Chapter 2. Welcome to the iOS SDK

Even in these days of powerful high-level web authoring tools, it’s still quite common for JavaScript programmers to compose or modify code with nothing more sophisticated than a text editor. Perhaps you use that text editor to work on .html, .css, and .js files that users access directly; or you use that text editor to write server code (in Python, Perl, Ruby on Rails, or one of several other languages), which in turn assembles HTML code served up to requesting browsers. With the browser operating as a code interpreter (even if it performs some fast precompiling behind the scenes), the write-test-debug cycle is pretty fast: make a code change and reload the browser to test the results. Egregious errors, such as JavaScript syntax errors, signal themselves while the page loads; more subtle errors, such as referencing an object that hasn’t yet been created, fill the error console when the code runs.

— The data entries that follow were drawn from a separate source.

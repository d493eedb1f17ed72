#include "solver/oxygen/do_control.hpp"

#include <algorithm>

namespace oxystrat {

DoController::DoController(const Case& c, double air_saturation_mol_m3) : air_sat_(air_saturation_mol_m3) { retune(c); }

void DoController::retune(const Case& c) {
  k_ = c.control;
  gas_lo_ = k_.gas_min_m3_s >= 0.0 ? k_.gas_min_m3_s : c.operation.gas_flow_normal_m3_s;
  gas_hi_ = k_.gas_max_m3_s >= 0.0 ? k_.gas_max_m3_s : gas_lo_;
  o2_lo_ = c.operation.oxygen_fraction;
  o2_hi_ = k_.oxygen_max >= 0.0 ? k_.oxygen_max : o2_lo_;
  u_max_ = o2_hi_ > o2_lo_ ? 3.0 : gas_hi_ > gas_lo_ ? 2.0 : 1.0;
}

double DoController::update(double probe_do_mol_m3) {
  const double measured = probe_do_mol_m3 / air_sat_;
  const double error = k_.setpoint_mol_m3 / air_sat_ - measured;
  const double slope = have_measured_ ? (measured - last_measured_) / k_.interval_s : 0.0;
  last_measured_ = measured;
  have_measured_ = true;
  integral_ += error * k_.interval_s;
  double u = k_.gain * (error + integral_ / k_.integral_time_s - k_.derivative_time_s * slope);
  if (u < 0.0 || u > u_max_) {
    integral_ -= error * k_.interval_s;
    u = std::clamp(u, 0.0, u_max_);
  }
  return u;
}

void DoController::actuate(double u, Case& c) const {
  const auto lerp = [](double a, double b, double f) { return a + (b - a) * std::clamp(f, 0.0, 1.0); };
  c.operation.speed_rps = lerp(k_.speed_min_rps, k_.speed_max_rps, u);
  c.operation.gas_flow_normal_m3_s = lerp(gas_lo_, gas_hi_, u - 1.0);
  c.operation.oxygen_fraction = lerp(o2_lo_, o2_hi_, u - 2.0);
}

}  // namespace oxystrat
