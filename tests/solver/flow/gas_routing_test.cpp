// Gas transport by drift flux: the inert gas balance is exact, gas reaches the zones below the
// sparger at complete dispersion and hardly when the impeller floods, bubbles are smaller where
// the dissipation is higher, and the holdup of a single-impeller vessel lies near a published
// correlation.
#include <gtest/gtest.h>

#include <algorithm>
#include <cmath>

#include "case_fixtures.hpp"
#include "input/case_reader.hpp"
#include "solver/flow/gas_routing.hpp"
#include "solver/studies/reference_cases.hpp"
#include "solver/oxygen/oxygen_field.hpp"

namespace oxystrat {
namespace {

using fixtures::Chain;

// One Rushton at H = T = 1 m in air-water (the validation's holdup vessel).
Case single_rushton(double speed_rpm, double vvm) { return reference_gassed_single_rushton(speed_rpm, vvm); }

TEST(GasRouting, EverythingSpargedLeavesThroughTheSurface) {
  // Inert gas: sparged = off-gas exactly (the transport's column sums vanish but at the surface),
  // to round-off of the sparse solve.
  for (const auto& c : {fixtures::gassed_vessel(6, 16), single_rushton(300, 1.0)}) {
    const Chain ch(c);
    EXPECT_NEAR(surface_flow(ch.routing, ch.routing.unit_inventory), 1.0, 1e-10);
    for (double g : ch.routing.unit_inventory) EXPECT_GT(g, 0.0);  // dispersion reaches every zone
  }
}

TEST(GasRouting, MultigridRoutingLeavesThroughTheSurfaceToItsTolerance) {
  // The large-network path on a small network: GMRES with multigrid to a relative residual of
  // 1e-10 (SolverOptions::gas_routing_tolerance, |s|_2 <= 1). The off-gas error is the residual's
  // sum, at most sqrt(N) times its 2-norm: 1e-10 x sqrt(~100 zones) = 1e-9. From zero, from a
  // start it corrects (the answer 30 % high in every other zone) and from one already within the
  // tolerance (the answer): the tolerance is on the residual of the start from zero in each case.
  const Case c = fixtures::gassed_vessel(6, 16);
  const auto net = build_zone_geometry(c);
  const auto hydro = compute_hydrodynamics(c, net);
  SolverOptions o;
  o.multigrid_from_zones = 1;
  o.multigrid_coarsest_size = 10;  // a real hierarchy on this small network
  const Chain exact(c);  // the exact LU of the default path
  std::vector<double> rough = exact.routing.unit_inventory;
  for (size_t k = 0; k < rough.size(); k += 2) rough[k] *= 1.3;
  const std::vector<const std::vector<double>*> starts{nullptr, &rough, &exact.routing.unit_inventory};
  for (const auto* start : starts) {
    const auto routing = route_gas(c, net, hydro, o, start);
    EXPECT_NEAR(surface_flow(routing, routing.unit_inventory), 1.0, 1e-10 * std::sqrt(net.size()));
    // Each zone's inventory as the LU's to 1e-8 relative. The error is the residual's image under
    // G^-1, so it depends on where GMRES stops inside its tolerance: measured 5e-11 from zero
    // (relative residual 4e-12) and 1.7e-9 from the rough start (relative residual 6e-11, just
    // inside the 1e-10); 1e-8 leaves room for another network.
    for (int k = 0; k < net.size(); ++k) {
      EXPECT_NEAR(routing.unit_inventory[k], exact.routing.unit_inventory[k], 1e-8 * exact.routing.unit_inventory[k]) << k;
    }
  }
}

double share_below_sparger(const Case& c) {
  const Chain ch(c);
  const auto& g = ch.routing.unit_inventory;
  double below = 0.0, v_below = 0.0, above = 0.0, v_above = 0.0;
  for (int k = 0; k < ch.net.size(); ++k) {
    (ch.net.z[k] < c.sparger.elevation_m ? below : above) += g[k] * ch.net.volume[k];
    (ch.net.z[k] < c.sparger.elevation_m ? v_below : v_above) += ch.net.volume[k];
  }
  return (below / v_below) / (above / v_above);
}

TEST(GasRouting, MultigridRoutingHoldsNoNegativeGasBesideTheCaverns) {
  // The viscous demo on 6 000 zones (the multigrid path): the stagnant broth beside the caverns
  // gets gas only by its bubbles' slow dispersion, 1e-30 and less of the inventory the caverns
  // hold. The iterative solve's error there, inside its tolerance, was negative (-1e-8 mol/m3
  // of inert gas on a halved 1e5-zone grid), which turned the zones' gas composition inside out.
  // -G^-1 of an M-matrix is non-negative: so must every inventory be, and the off-gas still
  // equals the sparged gas to the solve's tolerance.
  const Case c = read_case_file(fixtures::source_dir() + "/cases/viscous-broth-40m3.toml",
                                {parse_override("grid.radial=25"), parse_override("grid.axial=250")})
                     .data;
  const auto net = build_zone_geometry(c);
  ASSERT_GE(net.size(), SolverOptions{}.multigrid_from_zones);
  const auto routing = route_gas(c, net, compute_hydrodynamics(c, net));
  for (int k = 0; k < net.size(); ++k) EXPECT_GE(routing.unit_inventory[k], 0.0) << k;
  EXPECT_NEAR(surface_flow(routing, routing.unit_inventory), 1.0, 1e-10 * std::sqrt(net.size()));
}

TEST(GasRouting, CompletelyDispersingImpellerCarriesGasBelowTheSparger) {
  // 300 rpm, 0.5 vvm: completely dispersed (Nienow et al. 1985); 100 rpm, 2 vvm: flooded. The
  // lower loop of the dispersing impeller carries bubbles down past the sparger (measured 0.27 of
  // the holdup above it); the flooded impeller's weak loops leave gas there to turbulent
  // dispersion alone (0.06).
  const Case dispersed = single_rushton(300, 0.5), flooded = single_rushton(100, 2.0);
  const Chain a(dispersed), b(flooded);
  ASSERT_EQ(a.hydro.impellers[0].regime, GasRegime::dispersed);
  ASSERT_EQ(b.hydro.impellers[0].regime, GasRegime::flooded);
  EXPECT_GT(share_below_sparger(dispersed), 0.15);
  EXPECT_GT(share_below_sparger(dispersed), 3.0 * share_below_sparger(flooded));
}

TEST(GasRouting, BubblesAreSmallerWhereTheDissipationIsHigher) {
  const Case c = single_rushton(300, 1.0);
  const Chain ch(c);
  for (int i = 0; i < ch.net.size(); ++i) {
    for (int j = 0; j < ch.net.size(); ++j) {
      if (ch.hydro.epsilon[i] > ch.hydro.epsilon[j]) {
        EXPECT_LE(ch.routing.sauter_m[i], ch.routing.sauter_m[j]);
      }
    }
  }
  const auto [lo, hi] = std::minmax_element(ch.routing.sauter_m.begin(), ch.routing.sauter_m.end());
  EXPECT_LT(*lo, 0.5 * *hi);  // the impeller stream breaks bubbles well below the bulk's
  EXPECT_LE(*hi, coalesced_bubble_cap_m);
}

TEST(GasRouting, HoldupOfASingleRushtonNearThePublishedCorrelation) {
  // Volume-mean holdup against eps_G = 0.13 (P/V)^0.33 vs^0.67 (P/V in W/m3, vs in m/s), the form
  // for coalescing air-water in stirred tanks usually attributed to Smith, van 't Riet & Middleton
  // (1977) [mem: constants not confirmed]. Tolerance 35 %: the correlation's own scatter (~25 %,
  // [mem]) and the model's; measured -32 % to 0 % over these six points (the model's holdup rises
  // less with power than the correlation's).
  for (double rpm : {200.0, 300.0, 400.0}) {
    for (double vvm : {0.5, 1.0}) {
      const Case c = single_rushton(rpm, vvm);
      const Chain ch(c);
      const auto f = solve_oxygen_field({c, ch.net, ch.hydro, ch.routing});
      const double pv = ch.hydro.power_gassed_w / c.vessel.working_volume_m3;
      const double vs = vvm * c.vessel.working_volume_m3 / 60.0 * (293.15 / 273.15) / (M_PI * 0.25);
      const double published = 0.13 * std::pow(pv, 0.33) * std::pow(vs, 0.67);
      EXPECT_NEAR(f.holdup_mean / published, 1.0, 0.35) << rpm << " rpm, " << vvm << " vvm";
    }
  }
}

}  // namespace
}  // namespace oxystrat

When you switch to native app development, this comfy authoring environment and cycle go out the window. Luckily, it’s replaced with an integrated and visually oriented environment that—once you learn its ways—reflects a lot of the best in modern programming environments. This is the native iOS app SDK, whose nucleus is Xcode. Among other things, Xcode helps you visualize and manage the potentially large number of files associated with each app in development.

Additionally, the tools delivered with Xcode are highly integrated. For example, you will write ...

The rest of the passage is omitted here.